§ GOAL OF THE EXERCISE:
Each line below from the one containing "def _columns(vv: NDArray, targets: NDArray[np.intp])" through the one containing "targets : array_like" is to be given again exactly, and no line outside that span.

§ ENTRIES SHOWN:
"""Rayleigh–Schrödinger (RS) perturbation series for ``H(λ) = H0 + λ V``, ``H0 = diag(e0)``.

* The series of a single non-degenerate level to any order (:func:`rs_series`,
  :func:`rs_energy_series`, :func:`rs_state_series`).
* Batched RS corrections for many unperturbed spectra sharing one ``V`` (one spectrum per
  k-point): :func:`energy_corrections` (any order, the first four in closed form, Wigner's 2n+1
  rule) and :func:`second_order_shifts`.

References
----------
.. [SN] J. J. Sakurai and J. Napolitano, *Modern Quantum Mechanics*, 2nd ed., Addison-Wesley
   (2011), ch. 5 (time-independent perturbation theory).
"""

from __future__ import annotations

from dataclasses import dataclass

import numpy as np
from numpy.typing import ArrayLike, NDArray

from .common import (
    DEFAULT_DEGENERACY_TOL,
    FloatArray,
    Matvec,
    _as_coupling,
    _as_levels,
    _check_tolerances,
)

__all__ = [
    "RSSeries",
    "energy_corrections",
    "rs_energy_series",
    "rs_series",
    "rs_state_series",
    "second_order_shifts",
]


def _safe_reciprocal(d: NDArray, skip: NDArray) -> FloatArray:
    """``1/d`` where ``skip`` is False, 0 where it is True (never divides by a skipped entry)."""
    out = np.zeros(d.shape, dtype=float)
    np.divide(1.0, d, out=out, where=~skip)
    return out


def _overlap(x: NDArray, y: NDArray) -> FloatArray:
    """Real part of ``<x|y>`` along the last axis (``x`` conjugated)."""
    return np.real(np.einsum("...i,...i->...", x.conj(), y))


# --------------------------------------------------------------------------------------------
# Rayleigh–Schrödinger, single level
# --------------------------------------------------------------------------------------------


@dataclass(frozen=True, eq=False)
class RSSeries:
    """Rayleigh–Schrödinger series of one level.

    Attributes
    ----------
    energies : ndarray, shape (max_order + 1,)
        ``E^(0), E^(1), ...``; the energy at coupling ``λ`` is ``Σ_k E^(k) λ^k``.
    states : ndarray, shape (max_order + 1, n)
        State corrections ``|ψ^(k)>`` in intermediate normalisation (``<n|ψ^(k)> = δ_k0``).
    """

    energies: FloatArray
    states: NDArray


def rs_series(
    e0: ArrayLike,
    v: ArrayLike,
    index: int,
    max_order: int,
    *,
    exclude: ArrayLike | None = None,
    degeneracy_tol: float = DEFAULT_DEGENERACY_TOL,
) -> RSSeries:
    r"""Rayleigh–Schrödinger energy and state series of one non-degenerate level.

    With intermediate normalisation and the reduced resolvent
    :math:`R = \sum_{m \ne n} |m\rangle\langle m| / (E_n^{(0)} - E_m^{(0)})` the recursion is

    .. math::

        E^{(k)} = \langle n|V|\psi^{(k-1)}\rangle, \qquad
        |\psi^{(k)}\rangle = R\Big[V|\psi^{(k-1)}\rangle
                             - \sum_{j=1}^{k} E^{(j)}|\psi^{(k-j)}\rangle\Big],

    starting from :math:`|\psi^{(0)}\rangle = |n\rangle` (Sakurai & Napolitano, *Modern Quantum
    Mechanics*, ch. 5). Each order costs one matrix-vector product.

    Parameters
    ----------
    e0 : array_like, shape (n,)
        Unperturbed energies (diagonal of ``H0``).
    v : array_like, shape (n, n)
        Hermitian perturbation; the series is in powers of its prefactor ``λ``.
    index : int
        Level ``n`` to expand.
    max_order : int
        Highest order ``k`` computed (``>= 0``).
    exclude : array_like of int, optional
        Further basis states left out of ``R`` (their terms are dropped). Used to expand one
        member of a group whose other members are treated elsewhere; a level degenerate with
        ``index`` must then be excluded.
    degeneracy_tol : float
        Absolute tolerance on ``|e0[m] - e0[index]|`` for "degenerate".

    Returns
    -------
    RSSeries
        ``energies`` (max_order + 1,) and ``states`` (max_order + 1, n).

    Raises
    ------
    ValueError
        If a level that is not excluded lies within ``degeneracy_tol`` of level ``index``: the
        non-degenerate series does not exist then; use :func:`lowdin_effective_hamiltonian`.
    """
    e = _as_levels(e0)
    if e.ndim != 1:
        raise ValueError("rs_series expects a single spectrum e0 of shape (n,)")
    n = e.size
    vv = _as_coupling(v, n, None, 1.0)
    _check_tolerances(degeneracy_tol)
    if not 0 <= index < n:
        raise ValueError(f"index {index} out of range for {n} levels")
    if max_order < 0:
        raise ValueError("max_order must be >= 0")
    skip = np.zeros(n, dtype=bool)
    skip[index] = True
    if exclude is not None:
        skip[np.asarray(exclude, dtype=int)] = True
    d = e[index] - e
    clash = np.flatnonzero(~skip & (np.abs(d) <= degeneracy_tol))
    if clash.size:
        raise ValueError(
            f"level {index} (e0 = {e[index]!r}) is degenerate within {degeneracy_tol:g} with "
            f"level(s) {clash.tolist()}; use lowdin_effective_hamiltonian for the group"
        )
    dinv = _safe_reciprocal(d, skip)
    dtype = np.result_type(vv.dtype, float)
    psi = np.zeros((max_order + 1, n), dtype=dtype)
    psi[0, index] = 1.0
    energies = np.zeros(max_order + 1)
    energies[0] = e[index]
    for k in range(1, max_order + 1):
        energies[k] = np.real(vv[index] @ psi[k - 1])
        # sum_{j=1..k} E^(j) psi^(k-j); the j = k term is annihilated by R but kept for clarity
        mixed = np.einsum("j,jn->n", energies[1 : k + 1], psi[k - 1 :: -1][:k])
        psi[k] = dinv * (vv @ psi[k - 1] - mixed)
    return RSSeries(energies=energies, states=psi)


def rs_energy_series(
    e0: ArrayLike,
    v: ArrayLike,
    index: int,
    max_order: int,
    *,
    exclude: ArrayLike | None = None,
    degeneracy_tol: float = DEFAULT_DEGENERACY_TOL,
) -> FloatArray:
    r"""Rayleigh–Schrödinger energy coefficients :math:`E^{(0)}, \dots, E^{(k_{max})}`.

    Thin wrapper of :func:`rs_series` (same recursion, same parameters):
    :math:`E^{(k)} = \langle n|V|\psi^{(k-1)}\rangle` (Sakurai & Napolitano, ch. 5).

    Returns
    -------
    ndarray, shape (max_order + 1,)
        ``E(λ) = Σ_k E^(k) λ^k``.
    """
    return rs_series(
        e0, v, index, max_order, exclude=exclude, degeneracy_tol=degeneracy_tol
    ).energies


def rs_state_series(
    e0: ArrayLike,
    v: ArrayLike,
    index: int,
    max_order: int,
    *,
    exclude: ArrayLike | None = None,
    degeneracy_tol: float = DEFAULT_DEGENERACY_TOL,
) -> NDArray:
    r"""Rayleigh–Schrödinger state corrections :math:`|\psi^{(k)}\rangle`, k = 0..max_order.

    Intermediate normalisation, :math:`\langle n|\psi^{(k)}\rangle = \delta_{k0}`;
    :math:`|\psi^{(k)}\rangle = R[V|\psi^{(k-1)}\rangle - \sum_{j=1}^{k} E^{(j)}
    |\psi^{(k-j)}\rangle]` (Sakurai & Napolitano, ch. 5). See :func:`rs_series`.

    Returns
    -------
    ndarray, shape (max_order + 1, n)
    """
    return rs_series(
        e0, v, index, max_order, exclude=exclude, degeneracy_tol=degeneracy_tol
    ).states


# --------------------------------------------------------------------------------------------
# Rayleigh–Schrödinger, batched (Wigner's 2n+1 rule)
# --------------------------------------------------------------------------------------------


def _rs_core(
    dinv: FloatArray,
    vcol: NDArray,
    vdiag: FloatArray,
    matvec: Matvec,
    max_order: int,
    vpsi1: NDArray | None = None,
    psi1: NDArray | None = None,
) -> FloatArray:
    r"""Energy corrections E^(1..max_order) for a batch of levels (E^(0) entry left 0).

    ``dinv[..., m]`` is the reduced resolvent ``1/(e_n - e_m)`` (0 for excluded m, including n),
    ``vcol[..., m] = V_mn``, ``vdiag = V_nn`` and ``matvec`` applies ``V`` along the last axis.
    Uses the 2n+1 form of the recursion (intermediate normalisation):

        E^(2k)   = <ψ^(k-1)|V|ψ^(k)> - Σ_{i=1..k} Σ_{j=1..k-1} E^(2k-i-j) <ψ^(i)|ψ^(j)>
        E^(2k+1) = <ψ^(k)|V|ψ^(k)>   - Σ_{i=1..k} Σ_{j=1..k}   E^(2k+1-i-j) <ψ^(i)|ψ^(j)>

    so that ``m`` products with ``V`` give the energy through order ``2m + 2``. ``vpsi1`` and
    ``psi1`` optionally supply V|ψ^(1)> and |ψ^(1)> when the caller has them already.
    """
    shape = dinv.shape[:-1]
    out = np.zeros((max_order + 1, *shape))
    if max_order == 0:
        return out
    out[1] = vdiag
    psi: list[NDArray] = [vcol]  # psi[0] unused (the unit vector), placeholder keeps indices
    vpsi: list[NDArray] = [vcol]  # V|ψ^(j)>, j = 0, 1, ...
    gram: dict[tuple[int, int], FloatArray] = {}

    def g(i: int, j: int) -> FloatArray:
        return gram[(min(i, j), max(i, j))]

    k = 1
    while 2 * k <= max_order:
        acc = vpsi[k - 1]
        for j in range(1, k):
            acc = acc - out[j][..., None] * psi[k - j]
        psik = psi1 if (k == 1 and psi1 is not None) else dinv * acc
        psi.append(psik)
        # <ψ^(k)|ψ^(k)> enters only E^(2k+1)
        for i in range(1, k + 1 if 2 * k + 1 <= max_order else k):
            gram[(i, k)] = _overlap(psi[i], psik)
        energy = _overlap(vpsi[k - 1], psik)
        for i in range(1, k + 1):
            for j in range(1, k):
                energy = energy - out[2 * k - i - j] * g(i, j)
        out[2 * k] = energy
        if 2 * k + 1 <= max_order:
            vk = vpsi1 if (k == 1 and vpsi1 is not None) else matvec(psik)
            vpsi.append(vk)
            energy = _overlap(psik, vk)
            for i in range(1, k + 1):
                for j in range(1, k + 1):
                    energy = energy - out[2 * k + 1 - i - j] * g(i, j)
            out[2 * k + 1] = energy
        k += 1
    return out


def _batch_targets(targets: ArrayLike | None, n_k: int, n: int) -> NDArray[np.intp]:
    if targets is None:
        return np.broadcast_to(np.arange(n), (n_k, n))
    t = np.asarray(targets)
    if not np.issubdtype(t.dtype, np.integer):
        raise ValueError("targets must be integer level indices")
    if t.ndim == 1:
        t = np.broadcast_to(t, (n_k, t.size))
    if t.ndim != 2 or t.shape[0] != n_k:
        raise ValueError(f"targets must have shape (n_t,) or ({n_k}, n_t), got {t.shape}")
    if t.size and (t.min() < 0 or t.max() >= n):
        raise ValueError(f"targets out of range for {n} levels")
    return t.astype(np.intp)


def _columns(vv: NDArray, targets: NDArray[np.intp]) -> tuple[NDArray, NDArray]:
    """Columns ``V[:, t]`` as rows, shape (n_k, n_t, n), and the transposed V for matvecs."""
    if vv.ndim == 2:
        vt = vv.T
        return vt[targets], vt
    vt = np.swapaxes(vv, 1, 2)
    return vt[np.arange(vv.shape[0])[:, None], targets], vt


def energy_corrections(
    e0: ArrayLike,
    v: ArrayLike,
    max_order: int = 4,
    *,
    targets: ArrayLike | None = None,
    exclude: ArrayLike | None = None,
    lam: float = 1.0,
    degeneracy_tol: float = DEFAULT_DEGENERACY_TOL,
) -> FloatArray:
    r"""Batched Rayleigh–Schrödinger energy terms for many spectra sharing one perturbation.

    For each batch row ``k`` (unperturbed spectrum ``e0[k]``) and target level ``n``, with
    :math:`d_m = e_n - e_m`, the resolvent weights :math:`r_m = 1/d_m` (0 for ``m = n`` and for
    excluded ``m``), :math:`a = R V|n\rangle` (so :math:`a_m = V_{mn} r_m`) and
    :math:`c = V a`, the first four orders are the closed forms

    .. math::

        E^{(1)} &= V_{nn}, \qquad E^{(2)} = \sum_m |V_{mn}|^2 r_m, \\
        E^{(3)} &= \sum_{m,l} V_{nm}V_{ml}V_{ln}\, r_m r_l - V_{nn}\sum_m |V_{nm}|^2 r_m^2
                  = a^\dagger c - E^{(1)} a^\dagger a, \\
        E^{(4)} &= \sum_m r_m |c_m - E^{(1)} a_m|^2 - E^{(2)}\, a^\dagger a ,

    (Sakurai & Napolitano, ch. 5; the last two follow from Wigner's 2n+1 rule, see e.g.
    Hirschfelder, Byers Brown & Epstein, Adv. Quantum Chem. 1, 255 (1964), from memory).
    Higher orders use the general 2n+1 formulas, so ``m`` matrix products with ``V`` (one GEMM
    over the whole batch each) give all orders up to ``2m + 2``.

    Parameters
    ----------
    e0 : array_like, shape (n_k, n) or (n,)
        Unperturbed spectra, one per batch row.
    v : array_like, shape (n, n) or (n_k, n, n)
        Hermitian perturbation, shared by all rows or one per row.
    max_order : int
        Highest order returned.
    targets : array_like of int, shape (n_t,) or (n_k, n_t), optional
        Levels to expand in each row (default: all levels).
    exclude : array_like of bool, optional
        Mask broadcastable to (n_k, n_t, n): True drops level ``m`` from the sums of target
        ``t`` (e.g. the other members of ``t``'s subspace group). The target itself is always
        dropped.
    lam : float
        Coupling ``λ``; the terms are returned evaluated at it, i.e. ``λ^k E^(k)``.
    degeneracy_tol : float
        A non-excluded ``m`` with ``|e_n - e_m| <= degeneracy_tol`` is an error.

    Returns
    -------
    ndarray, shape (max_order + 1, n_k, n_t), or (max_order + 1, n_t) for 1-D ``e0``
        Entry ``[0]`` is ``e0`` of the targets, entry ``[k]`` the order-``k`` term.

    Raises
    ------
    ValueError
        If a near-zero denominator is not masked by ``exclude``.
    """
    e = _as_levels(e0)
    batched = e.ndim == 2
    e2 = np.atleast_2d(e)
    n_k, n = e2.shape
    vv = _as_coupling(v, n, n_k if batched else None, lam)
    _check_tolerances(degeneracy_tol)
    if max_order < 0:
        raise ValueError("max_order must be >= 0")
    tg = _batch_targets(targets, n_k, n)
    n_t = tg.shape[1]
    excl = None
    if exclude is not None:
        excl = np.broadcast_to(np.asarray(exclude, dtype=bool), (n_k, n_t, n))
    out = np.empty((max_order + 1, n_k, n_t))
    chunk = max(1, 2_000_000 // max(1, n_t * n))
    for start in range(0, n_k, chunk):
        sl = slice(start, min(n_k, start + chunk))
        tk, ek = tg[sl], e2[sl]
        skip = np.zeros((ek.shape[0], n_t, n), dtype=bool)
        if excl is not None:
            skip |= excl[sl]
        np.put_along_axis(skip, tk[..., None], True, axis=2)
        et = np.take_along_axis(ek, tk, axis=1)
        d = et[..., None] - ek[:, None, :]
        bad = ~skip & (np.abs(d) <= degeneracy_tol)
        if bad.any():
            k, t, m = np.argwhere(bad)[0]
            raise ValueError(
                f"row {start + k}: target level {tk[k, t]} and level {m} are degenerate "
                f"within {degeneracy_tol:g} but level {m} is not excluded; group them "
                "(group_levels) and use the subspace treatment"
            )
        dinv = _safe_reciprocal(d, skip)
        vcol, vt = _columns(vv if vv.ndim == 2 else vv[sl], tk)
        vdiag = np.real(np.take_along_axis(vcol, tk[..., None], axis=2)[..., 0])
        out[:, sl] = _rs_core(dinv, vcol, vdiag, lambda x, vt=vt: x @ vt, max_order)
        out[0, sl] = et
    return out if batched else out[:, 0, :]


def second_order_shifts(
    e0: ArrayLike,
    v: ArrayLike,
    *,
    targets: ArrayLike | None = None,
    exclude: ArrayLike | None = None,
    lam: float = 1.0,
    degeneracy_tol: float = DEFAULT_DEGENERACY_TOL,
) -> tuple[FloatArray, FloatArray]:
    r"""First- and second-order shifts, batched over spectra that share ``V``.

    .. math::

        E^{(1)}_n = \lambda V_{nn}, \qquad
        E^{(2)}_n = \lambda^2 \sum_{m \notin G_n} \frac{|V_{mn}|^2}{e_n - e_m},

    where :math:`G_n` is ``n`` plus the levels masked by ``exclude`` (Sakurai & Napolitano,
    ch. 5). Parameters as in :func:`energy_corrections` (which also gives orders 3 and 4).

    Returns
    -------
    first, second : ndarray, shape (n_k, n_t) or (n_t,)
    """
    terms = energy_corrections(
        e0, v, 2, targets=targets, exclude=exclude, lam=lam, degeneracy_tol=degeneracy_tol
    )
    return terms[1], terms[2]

§ TASK RESULT:
def _columns(vv: NDArray, targets: NDArray[np.intp]) -> tuple[NDArray, NDArray]:
    """Columns ``V[:, t]`` as rows, shape (n_k, n_t, n), and the transposed V for matvecs."""
    if vv.ndim == 2:
        vt = vv.T
        return vt[targets], vt
    vt = np.swapaxes(vv, 1, 2)
    return vt[np.arange(vv.shape[0])[:, None], targets], vt


def energy_corrections(
    e0: ArrayLike,
    v: ArrayLike,
    max_order: int = 4,
    *,
    targets: ArrayLike | None = None,
    exclude: ArrayLike | None = None,
    lam: float = 1.0,
    degeneracy_tol: float = DEFAULT_DEGENERACY_TOL,
) -> FloatArray:
    r"""Batched Rayleigh–Schrödinger energy terms for many spectra sharing one perturbation.

    For each batch row ``k`` (unperturbed spectrum ``e0[k]``) and target level ``n``, with
    :math:`d_m = e_n - e_m`, the resolvent weights :math:`r_m = 1/d_m` (0 for ``m = n`` and for
    excluded ``m``), :math:`a = R V|n\rangle` (so :math:`a_m = V_{mn} r_m`) and
    :math:`c = V a`, the first four orders are the closed forms

    .. math::

        E^{(1)} &= V_{nn}, \qquad E^{(2)} = \sum_m |V_{mn}|^2 r_m, \\
        E^{(3)} &= \sum_{m,l} V_{nm}V_{ml}V_{ln}\, r_m r_l - V_{nn}\sum_m |V_{nm}|^2 r_m^2
                  = a^\dagger c - E^{(1)} a^\dagger a, \\
        E^{(4)} &= \sum_m r_m |c_m - E^{(1)} a_m|^2 - E^{(2)}\, a^\dagger a ,

    (Sakurai & Napolitano, ch. 5; the last two follow from Wigner's 2n+1 rule, see e.g.
    Hirschfelder, Byers Brown & Epstein, Adv. Quantum Chem. 1, 255 (1964), from memory).
    Higher orders use the general 2n+1 formulas, so ``m`` matrix products with ``V`` (one GEMM
    over the whole batch each) give all orders up to ``2m + 2``.

    Parameters
    ----------
    e0 : array_like, shape (n_k, n) or (n,)
        Unperturbed spectra, one per batch row.
    v : array_like, shape (n, n) or (n_k, n, n)
        Hermitian perturbation, shared by all rows or one per row.
    max_order : int
        Highest order returned.
    targets : array_like of int, shape (n_t,) or (n_k, n_t), optional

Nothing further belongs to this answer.